# jhow do you keep crawfish alive?



## trapdoor

I have a small creek full of crawfish. I can get all I want for bait,but they go belly up before I get to use them. how can I keep them alive for any length of time at all? I've tried keeping them in a bucket of water and even just enough water to keep them wet.Same result crawfish stew!!


----------



## fox412

Only cover them about 3/4ths of the way with water. It should be changed daily if not twice daily. It doesn't hurt to put a litlle ice in with them.


----------



## trapdoor

thanks alot. definitly will give it a try.tired of having boiled crayfish when i get to the lake.


----------



## Sasha and Abby

Not too many and a little ice will keep them cool.


----------



## rebelp74

Don't cover them with water, they will drown. It's best to put them in something with no water and keep a wet towel on top of them.
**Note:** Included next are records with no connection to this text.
#[cfg(test)]
mod tests {
    use super::*;
    use crate::rng::SplitMix64;
    use crate::testing::random_dag;

    /// Plain reference: is `to` reachable from `from` (breadth-first over
    /// an edge list)?
    fn reaches(edges: &[(usize, usize)], n: usize, from: usize, to: usize) -> bool {
        let mut seen = vec![false; n];
        let mut todo = vec![from];
        seen[from] = true;
        while let Some(x) = todo.pop() {
            if x == to {
                return true;
            }
            for &(a, b) in edges {
                if a == x && !seen[b] {
                    seen[b] = true;
                    todo.push(b);
                }
            }
        }
        false
    }

    fn check(d: &DynamicOrder, edges: &[(usize, usize)]) {
        let n = d.n();
        let mut sorted = d.order().to_vec();
        sorted.sort_unstable();
        assert_eq!(sorted, (0..n).collect::<Vec<_>>(), "order is a permutation");
        for (at, &x) in d.order().iter().enumerate() {
            assert_eq!(d.positions()[x], at);
        }
        for &(a, b) in edges {
            assert!(d.positions()[a] < d.positions()[b], "edge {a} -> {b} goes backwards");
        }
        let mut mine: Vec<(usize, usize)> =
            (0..n).flat_map(|u| d.successors(u).iter().map(move |&v| (u, v))).collect();
        let mut theirs = edges.to_vec();
        mine.sort_unstable();
        theirs.sort_unstable();
        assert_eq!(mine, theirs, "edge multiset");
        assert_eq!(d.m(), edges.len());
        assert!(d.mark.iter().all(|&m| !m), "marks cleared");
    }

    fn assert_cycle(edges: &[(usize, usize)], u: usize, v: usize, cycle: &[usize]) {
        assert_eq!(cycle.first(), Some(&v));
        assert_eq!(cycle.last(), Some(&u));
        for pair in cycle.windows(2) {
            assert!(edges.contains(&(pair[0], pair[1])), "{pair:?} is no edge");
        }
    }

    #[test]
    fn random_sequences_match_reachability() {
        let mut rng = SplitMix64::new(12);
        let mut resorts = 0;
        for _ in 0..300 {
            let (indptr, indices) = random_dag(&mut rng, 14, 30);
            let csr = Csr::new(&indptr, &indices).unwrap();
            let mut d = DynamicOrder::from_csr(&csr).unwrap().unwrap();
            d.force_resort = rng.below(2) == 0;
            let n = d.n();
            let mut edges: Vec<(usize, usize)> =
                (0..n).flat_map(|u| csr.row(u).iter().map(move |&v| (u, v as usize))).collect();
            check(&d, &edges);
            if n == 0 {
                continue;
            }
            for _ in 0..40 {
                let u = rng.below(n as u64) as usize;
                let v = rng.below(n as u64) as usize;
                match rng.below(4) {
                    0 if !edges.is_empty() => {
                        let (a, b) = edges[rng.below(edges.len() as u64) as usize];
                        assert!(d.remove_edge(a as i64, b as i64).unwrap());
                        let at = edges.iter().rposition(|&e| e == (a, b)).unwrap();
                        edges.remove(at);
                    }
                    1 => {
                        let before = (d.order().to_vec(), edges.clone());
                        let size = 1 + rng.below(10);
                        let batch: Vec<(usize, usize)> = (0..size)
                            .map(|_| (rng.below(n as u64) as usize, rng.below(n as u64) as usize))
                            .collect();
                        let src: Vec<i64> = batch.iter().map(|e| e.0 as i64).collect();
                        let dst: Vec<i64> = batch.iter().map(|e| e.1 as i64).collect();
                        match d.add_edges(&src, &dst).unwrap() {
                            BatchInsertion::Added { .. } => edges.extend(&batch),
                            BatchInsertion::Refused { index, cycle } => {
                                let mut with: Vec<_> = edges.clone();
                                with.extend(&batch[..index]);
                                let (a, b) = batch[index];
                                assert!(reaches(&with, n, b, a));
                                for j in 0..index {
                                    let mut prefix = edges.clone();
                                    prefix.extend(&batch[..j]);
                                    let (a, b) = batch[j];
                                    assert!(!reaches(&prefix, n, b, a), "edge {j} closes a cycle");
                                }
                                assert_cycle(&with, a, b, &cycle);
                                assert_eq!(d.order(), &before.0[..]);
                                assert_eq!(before.1, edges);
                            }
                        }
                    }
                    _ => {
                        let closes = reaches(&edges, n, v, u);
                        let before = d.order().to_vec();
                        let rows: Vec<Vec<usize>> =
                            (0..n).map(|x| d.successors(x).to_vec()).collect();
                        match d.add_edge(u as i64, v as i64).unwrap() {
                            Insertion::Added { .. } => {
                                assert!(!closes);
                                edges.push((u, v));
                            }
                            Insertion::Refused { cycle } => {
                                assert!(closes);
                                assert_cycle(&edges, u, v, &cycle);
                                assert_eq!(d.order(), &before[..]);
                                let now: Vec<Vec<usize>> =
                                    (0..n).map(|x| d.successors(x).to_vec()).collect();
                                assert_eq!(rows, now);
                            }
                        }
                    }
                }
                check(&d, &edges);
            }
            resorts += d.resorts;
        }
        assert!(resorts > 50, "the window re-sort ran {resorts} times");
    }

    #[test]
    fn failed_removal_batch_restores_rows_exactly() {
        let mut d = DynamicOrder::new(4).unwrap();
        d.add_edges(&[0, 0, 0, 1], &[1, 2, 3, 2]).unwrap();
        let rows: Vec<Vec<usize>> = (0..4).map(|x| d.successors(x).to_vec()).collect();
        assert_eq!(d.remove_edges(&[0, 1, 0], &[1, 2, 1]).unwrap(), Some(2));
        let now: Vec<Vec<usize>> = (0..4).map(|x| d.successors(x).to_vec()).collect();
        assert_eq!(rows, now);
        assert_eq!(d.m(), 4);
        assert_eq!(d.remove_edges(&[0, 1], &[1, 2]).unwrap(), None);
        assert_eq!(d.m(), 2);
    }

    #[test]
    fn bad_ids_are_named() {
        let mut d = DynamicOrder::new(3).unwrap();
        let e = d.add_edge(0, 3).unwrap_err();
        assert!(e.to_string().contains("v = 3"), "{e}");
        let e = d.add_edges(&[0, 1], &[1, -1]).unwrap_err();
        assert!(e.to_string().contains("dst[1] = -1"), "{e}");
        assert_eq!(d.add_edge(1, 1).unwrap(), Insertion::Refused { cycle: vec![1] });
        assert!(d.add_nodes(usize::MAX).is_err());
        d.add_nodes(2).unwrap();
        assert_eq!(d.order(), &[0, 1, 2, 3, 4]);
    }

    #[test]
    fn long_batch_closing_a_cycle_at_its_end() {
        // edges i + 1 -> i in descending i, then 0 -> n - 1: single steps
        // would be quadratic; the re-sorts find edge n - 1 quickly
        let n = 200_000usize;
        let mut src: Vec<i64> = (1..n as i64).rev().collect();
        let mut dst: Vec<i64> = (0..n as i64 - 1).rev().collect();
        src.push(0);
        dst.push(n as i64 - 1);
        let mut d = DynamicOrder::new(n).unwrap();
        match d.add_edges(&src, &dst).unwrap() {
            BatchInsertion::Refused { index, cycle } => {
                assert_eq!(index, n - 1);
                assert_eq!(cycle, (0..n).rev().collect::<Vec<_>>());
            }
            other => panic!("{other:?}"),
        }
        assert_eq!(d.m(), 0);
        assert_eq!(d.order(), &(0..n).collect::<Vec<_>>()[..]);
        src.pop();
        dst.pop();
        let added = d.add_edges(&src, &dst).unwrap();
        assert!(matches!(added, BatchInsertion::Added { .. }), "{added:?}");
        assert_eq!(d.order(), &(0..n).rev().collect::<Vec<_>>()[..]);
    }

    #[test]
    fn cyclic_input_reports_a_cycle() {
        let (indptr, indices) = (vec![0i64, 1, 2], vec![1i64, 0]);
        let csr = Csr::new(&indptr, &indices).unwrap();
        let cycle = DynamicOrder::from_csr(&csr).unwrap().unwrap_err();
        assert_eq!(cycle.len(), 2);
    }
}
You can put ice on them as well, just make sure the water stays drained out.


----------



## goldhunter

just make sure they don't get too hot. they need some water...just enough for their bellys to touch the water. just keep them cool and they will be fine for awhile.


----------



## duckmander

Put them in a burlap sack. throw in a couple handfuls of grass. wet sack soaking wet. place in shade. keep sack wet. will stay for days.


----------



## Arm67ando

they need some water...just enough for their bellys to touch the water. just keep them cool and they will be fine for awhile.


----------